• _Source data_:
------------------------------------------------------------

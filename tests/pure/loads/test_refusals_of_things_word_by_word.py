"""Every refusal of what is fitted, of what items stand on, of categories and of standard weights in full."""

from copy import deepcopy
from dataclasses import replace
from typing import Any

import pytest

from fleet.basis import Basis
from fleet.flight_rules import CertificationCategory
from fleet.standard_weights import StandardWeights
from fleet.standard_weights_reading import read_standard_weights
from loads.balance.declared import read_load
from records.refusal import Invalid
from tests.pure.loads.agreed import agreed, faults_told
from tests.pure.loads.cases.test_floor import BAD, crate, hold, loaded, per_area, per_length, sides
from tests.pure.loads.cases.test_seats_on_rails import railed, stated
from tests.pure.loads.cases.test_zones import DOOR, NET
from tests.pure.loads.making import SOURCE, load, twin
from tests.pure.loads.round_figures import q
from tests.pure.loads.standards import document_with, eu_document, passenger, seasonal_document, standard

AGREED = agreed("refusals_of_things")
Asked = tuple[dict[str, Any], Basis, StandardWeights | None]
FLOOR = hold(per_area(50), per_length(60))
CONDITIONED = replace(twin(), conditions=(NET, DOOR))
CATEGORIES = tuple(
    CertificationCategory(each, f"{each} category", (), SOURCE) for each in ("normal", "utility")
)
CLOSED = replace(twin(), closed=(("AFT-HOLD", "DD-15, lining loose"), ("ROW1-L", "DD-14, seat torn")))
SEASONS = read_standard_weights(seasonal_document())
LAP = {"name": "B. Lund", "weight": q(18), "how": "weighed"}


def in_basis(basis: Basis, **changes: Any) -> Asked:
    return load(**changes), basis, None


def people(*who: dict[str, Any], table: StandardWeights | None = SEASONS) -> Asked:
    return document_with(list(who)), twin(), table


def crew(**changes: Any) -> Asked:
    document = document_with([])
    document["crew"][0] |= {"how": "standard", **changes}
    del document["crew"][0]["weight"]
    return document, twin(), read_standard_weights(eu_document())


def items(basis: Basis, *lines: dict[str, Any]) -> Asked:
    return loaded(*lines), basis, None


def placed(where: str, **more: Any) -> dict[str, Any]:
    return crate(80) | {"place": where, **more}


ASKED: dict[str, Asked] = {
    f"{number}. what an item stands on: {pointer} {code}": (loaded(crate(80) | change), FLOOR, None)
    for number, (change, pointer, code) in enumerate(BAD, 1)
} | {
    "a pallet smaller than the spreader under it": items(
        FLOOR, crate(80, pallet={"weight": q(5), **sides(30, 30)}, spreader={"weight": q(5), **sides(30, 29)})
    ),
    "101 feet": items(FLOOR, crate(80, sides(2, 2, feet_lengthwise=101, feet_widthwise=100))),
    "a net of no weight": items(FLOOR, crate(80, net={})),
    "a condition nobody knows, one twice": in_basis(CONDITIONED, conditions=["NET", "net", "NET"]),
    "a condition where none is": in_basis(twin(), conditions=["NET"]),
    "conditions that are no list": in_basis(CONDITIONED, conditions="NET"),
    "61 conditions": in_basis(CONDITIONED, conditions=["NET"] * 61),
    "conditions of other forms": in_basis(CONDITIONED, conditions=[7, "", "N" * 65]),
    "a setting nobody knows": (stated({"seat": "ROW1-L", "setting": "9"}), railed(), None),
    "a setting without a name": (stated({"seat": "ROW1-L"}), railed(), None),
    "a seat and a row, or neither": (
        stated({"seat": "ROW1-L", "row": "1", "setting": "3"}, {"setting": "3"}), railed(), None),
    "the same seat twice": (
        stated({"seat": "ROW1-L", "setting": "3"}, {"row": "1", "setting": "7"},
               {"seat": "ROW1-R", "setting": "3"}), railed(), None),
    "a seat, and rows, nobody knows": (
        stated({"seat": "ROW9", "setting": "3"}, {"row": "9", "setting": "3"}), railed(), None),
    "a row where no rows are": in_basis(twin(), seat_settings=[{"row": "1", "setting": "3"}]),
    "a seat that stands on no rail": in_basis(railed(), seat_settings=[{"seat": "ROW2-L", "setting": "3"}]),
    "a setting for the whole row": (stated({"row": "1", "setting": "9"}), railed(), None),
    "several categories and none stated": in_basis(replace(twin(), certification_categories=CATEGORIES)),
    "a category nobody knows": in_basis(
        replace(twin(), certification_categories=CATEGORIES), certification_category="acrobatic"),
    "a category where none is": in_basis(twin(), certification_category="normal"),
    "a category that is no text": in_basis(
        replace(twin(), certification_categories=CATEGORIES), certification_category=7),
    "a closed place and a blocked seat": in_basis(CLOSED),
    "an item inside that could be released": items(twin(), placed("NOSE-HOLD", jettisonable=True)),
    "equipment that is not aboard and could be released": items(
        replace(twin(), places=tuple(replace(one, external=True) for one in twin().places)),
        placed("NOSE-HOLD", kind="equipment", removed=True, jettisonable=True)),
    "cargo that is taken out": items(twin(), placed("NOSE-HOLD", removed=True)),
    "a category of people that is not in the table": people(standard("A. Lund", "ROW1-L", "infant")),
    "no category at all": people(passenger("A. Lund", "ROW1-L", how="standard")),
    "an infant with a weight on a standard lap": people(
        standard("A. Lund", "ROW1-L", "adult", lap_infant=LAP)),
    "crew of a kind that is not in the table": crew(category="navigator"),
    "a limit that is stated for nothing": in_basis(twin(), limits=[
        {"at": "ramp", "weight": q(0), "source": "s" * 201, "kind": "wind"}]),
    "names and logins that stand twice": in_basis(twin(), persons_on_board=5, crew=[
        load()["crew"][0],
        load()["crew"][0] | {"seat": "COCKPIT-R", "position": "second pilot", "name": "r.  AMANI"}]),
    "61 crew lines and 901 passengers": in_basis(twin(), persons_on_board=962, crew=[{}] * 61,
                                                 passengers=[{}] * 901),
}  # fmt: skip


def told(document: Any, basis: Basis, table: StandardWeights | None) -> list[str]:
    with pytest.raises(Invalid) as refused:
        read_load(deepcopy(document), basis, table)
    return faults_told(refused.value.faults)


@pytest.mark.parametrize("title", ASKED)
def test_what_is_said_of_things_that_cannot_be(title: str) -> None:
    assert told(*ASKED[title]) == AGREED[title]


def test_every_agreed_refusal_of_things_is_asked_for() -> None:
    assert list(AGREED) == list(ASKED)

------------------------------------------------------------

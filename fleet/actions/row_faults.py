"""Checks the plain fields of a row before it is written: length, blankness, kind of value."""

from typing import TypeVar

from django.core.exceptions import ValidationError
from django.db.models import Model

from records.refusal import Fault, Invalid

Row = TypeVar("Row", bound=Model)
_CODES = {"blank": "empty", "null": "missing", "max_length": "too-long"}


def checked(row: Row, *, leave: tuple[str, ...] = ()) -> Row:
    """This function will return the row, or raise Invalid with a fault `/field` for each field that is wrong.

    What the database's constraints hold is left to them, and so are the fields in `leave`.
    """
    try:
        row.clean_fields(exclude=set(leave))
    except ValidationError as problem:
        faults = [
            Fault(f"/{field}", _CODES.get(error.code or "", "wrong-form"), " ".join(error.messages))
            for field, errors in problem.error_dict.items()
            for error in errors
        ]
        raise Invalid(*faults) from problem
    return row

------------------------------------------------------------

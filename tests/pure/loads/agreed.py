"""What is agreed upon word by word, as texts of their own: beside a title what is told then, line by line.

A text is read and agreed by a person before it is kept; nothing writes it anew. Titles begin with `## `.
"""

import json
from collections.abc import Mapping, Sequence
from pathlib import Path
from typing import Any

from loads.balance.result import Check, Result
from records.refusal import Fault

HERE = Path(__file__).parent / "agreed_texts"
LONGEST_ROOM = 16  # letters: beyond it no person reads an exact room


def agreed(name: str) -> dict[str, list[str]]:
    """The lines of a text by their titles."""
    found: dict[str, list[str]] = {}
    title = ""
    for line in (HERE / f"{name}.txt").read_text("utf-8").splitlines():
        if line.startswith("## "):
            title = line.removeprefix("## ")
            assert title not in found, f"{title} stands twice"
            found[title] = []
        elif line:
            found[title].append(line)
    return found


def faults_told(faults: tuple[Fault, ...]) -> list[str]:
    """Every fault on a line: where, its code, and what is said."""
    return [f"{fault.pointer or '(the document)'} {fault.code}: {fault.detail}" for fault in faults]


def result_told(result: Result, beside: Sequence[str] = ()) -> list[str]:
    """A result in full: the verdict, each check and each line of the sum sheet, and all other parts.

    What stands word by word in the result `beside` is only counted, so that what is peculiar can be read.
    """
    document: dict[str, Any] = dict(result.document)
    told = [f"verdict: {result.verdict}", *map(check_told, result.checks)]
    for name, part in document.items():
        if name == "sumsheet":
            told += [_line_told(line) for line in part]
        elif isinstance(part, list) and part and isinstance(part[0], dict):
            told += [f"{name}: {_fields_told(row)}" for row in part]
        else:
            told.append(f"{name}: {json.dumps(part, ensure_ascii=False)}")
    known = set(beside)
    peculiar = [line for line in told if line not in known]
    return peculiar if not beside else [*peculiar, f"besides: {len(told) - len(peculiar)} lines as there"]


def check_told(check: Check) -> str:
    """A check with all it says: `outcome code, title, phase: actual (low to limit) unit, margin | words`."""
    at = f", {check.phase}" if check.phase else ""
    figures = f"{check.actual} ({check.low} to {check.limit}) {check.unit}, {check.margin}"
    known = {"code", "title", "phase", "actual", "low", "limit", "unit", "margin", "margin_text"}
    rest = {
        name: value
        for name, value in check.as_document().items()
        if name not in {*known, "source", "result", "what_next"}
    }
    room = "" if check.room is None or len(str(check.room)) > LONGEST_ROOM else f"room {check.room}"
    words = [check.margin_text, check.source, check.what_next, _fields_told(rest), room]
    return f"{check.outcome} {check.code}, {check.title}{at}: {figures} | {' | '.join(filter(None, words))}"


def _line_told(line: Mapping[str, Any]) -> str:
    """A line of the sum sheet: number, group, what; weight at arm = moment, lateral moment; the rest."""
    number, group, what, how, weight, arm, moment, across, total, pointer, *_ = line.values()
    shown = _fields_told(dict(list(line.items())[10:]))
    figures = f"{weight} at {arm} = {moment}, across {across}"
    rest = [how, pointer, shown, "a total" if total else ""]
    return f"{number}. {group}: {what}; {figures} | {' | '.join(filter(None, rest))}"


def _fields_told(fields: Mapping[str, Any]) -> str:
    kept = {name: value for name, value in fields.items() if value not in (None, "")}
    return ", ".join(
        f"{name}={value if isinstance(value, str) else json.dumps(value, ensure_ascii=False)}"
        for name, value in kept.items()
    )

------------------------------------------------------------

• _Exercise goal_: Return the lines above that include the string "known".

• _Solution to the problem_:
    known = set(beside)
    peculiar = [line for line in told if line not in known]
    known = {"code", "title", "phase", "actual", "low", "limit", "unit", "margin", "margin_text"}
        if name not in {*known, "source", "result", "what_next"}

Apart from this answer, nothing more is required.